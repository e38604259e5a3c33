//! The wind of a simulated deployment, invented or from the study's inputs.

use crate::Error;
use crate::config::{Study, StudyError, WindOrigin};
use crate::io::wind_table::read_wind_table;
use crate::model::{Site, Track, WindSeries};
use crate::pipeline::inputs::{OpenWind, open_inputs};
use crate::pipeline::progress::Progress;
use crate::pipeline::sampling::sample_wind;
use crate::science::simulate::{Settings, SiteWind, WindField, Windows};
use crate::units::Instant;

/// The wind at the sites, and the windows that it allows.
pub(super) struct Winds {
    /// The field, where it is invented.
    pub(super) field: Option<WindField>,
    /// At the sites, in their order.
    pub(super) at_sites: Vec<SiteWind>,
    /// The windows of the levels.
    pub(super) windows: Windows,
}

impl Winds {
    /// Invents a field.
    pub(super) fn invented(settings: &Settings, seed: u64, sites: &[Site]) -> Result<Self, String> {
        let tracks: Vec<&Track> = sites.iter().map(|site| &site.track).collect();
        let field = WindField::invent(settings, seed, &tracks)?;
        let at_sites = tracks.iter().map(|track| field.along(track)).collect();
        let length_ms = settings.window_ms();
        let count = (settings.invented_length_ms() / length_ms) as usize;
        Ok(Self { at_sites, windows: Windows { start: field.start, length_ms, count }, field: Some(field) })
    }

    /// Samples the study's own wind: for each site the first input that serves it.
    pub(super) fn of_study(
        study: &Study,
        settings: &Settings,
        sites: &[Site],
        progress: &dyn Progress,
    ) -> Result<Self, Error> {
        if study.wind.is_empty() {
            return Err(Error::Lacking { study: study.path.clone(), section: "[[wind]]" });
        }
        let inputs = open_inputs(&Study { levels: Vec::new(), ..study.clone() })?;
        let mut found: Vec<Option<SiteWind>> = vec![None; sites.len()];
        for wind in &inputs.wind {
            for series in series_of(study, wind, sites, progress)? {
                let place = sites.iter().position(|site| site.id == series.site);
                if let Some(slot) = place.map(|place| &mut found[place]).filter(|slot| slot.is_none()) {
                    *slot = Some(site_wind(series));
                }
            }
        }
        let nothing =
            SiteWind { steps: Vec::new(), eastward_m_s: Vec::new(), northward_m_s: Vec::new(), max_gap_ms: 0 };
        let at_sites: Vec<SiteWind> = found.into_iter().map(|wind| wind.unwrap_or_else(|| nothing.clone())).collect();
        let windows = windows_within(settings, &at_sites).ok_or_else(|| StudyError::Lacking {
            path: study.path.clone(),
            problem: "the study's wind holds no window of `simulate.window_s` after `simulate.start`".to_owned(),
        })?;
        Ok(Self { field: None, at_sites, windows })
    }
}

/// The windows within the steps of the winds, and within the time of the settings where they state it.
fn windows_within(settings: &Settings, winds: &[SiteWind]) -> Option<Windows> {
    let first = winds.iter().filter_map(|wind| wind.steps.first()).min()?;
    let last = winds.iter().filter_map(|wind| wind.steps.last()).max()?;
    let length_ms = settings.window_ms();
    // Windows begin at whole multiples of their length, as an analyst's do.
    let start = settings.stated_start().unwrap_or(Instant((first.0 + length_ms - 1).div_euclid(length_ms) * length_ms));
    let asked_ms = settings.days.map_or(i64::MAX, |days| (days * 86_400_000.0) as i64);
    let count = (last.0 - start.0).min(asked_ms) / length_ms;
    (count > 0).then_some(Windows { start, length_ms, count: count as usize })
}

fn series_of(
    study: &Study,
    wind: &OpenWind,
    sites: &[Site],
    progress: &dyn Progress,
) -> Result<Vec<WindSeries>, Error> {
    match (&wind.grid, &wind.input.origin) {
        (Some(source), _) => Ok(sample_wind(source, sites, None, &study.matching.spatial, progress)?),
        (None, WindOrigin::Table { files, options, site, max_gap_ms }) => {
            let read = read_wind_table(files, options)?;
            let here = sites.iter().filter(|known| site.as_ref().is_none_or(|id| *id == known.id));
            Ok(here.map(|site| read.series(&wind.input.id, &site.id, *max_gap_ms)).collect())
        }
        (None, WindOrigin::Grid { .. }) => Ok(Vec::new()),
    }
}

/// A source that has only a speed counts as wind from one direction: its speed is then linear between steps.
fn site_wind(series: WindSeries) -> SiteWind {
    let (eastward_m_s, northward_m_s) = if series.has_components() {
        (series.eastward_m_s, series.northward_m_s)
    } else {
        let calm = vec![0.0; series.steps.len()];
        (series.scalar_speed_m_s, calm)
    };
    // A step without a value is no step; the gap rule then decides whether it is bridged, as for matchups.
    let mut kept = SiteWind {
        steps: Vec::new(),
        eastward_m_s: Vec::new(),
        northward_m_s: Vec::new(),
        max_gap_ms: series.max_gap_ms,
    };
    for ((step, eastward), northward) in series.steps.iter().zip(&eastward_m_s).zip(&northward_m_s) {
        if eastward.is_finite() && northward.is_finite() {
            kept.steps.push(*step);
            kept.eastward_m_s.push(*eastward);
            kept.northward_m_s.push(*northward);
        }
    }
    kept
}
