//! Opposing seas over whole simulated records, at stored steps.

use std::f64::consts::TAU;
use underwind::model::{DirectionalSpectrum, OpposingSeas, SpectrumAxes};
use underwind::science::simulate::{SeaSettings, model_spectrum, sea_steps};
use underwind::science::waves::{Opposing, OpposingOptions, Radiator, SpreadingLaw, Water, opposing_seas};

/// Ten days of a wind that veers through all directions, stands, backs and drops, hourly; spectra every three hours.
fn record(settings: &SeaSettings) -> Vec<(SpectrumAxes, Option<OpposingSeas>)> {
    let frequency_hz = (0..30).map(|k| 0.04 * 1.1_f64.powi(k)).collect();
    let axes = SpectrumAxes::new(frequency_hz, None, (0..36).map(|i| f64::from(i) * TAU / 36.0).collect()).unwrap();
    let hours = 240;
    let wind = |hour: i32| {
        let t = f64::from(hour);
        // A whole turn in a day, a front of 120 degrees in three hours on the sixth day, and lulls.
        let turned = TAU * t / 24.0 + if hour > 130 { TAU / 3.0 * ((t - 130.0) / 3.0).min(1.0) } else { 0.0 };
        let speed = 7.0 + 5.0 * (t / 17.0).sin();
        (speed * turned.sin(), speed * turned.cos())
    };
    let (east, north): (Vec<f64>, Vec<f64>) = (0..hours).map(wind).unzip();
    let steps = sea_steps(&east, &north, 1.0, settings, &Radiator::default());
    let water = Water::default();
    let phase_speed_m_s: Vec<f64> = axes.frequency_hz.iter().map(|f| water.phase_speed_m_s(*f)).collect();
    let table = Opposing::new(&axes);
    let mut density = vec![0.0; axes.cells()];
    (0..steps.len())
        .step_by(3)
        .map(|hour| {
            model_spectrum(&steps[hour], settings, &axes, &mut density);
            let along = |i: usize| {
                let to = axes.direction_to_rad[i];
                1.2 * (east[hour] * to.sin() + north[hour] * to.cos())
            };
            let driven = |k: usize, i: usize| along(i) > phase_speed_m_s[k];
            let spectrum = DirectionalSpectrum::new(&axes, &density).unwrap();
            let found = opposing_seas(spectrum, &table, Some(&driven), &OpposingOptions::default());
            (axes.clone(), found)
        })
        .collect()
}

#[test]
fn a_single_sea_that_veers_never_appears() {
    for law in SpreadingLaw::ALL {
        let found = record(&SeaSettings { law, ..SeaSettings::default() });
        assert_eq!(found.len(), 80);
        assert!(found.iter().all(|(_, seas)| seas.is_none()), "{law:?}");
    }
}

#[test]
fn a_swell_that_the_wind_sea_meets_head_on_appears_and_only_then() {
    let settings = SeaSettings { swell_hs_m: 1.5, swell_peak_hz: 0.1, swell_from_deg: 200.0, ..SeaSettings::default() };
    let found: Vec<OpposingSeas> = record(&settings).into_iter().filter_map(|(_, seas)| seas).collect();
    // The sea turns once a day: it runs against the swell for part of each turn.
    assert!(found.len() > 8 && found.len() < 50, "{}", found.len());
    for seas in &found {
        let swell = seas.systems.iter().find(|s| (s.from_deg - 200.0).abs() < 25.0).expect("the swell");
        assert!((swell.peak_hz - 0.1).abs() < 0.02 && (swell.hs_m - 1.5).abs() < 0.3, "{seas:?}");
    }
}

════════════════

### WHAT IS BEING ASKED
Find the lines above that contain the word "push" and copy each one.

### TASK RESULT
            kept.steps.push(*step);
            kept.eastward_m_s.push(*eastward);
            kept.northward_m_s.push(*northward);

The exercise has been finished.